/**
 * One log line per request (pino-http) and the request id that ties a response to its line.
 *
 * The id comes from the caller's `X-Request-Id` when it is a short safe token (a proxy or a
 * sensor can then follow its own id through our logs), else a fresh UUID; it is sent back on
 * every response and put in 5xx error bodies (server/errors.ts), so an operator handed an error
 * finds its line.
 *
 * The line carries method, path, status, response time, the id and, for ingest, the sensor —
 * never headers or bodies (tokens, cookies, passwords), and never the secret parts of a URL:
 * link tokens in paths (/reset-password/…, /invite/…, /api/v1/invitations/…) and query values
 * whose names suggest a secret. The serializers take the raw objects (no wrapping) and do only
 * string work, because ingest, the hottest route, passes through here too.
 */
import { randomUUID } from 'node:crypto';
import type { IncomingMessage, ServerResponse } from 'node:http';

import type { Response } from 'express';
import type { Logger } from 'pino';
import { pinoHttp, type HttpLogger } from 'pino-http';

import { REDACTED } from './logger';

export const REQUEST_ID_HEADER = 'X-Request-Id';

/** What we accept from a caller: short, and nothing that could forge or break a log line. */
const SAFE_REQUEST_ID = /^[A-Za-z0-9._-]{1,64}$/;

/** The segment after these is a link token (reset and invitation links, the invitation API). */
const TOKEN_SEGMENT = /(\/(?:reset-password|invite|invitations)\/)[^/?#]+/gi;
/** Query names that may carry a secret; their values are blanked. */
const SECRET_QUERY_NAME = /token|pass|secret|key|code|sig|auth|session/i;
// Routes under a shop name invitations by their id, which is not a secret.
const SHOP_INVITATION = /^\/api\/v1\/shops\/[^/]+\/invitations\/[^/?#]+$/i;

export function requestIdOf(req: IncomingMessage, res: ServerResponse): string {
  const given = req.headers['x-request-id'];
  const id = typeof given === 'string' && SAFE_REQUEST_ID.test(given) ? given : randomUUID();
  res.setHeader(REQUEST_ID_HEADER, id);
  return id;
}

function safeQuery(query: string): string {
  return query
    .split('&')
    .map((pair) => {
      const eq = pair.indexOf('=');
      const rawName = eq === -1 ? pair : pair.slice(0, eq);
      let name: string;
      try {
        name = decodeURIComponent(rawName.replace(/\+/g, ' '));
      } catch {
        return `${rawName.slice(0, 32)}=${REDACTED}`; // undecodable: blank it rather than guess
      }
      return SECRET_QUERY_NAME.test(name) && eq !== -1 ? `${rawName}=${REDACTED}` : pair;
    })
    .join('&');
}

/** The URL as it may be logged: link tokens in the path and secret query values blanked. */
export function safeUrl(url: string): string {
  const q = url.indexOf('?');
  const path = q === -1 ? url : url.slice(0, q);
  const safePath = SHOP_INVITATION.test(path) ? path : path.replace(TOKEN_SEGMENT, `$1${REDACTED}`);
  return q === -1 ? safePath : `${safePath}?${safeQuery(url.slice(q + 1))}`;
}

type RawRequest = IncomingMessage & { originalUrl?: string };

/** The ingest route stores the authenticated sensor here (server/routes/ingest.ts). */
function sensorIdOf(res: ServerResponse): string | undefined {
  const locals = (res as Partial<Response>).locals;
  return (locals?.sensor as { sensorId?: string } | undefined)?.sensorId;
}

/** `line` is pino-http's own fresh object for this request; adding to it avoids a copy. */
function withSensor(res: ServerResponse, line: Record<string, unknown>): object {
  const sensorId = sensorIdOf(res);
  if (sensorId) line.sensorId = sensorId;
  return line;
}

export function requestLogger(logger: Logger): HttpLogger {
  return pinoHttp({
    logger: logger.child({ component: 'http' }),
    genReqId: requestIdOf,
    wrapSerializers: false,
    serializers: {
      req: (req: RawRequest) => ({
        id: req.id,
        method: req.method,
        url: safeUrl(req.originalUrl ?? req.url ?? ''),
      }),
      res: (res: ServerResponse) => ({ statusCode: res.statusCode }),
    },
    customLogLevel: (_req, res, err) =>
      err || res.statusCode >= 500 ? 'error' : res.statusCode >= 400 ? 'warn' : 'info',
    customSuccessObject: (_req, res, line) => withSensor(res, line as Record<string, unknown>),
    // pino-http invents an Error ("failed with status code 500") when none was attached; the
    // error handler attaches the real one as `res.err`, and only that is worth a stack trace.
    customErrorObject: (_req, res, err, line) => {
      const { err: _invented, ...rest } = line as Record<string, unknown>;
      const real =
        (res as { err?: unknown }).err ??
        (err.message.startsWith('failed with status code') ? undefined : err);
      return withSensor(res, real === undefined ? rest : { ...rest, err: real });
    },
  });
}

*PROBLEM DESCRIPTION*: Say how many lines of the material above contain the string "return". Write nothing but the number.

*ANSWER TO THIS TASK*: 9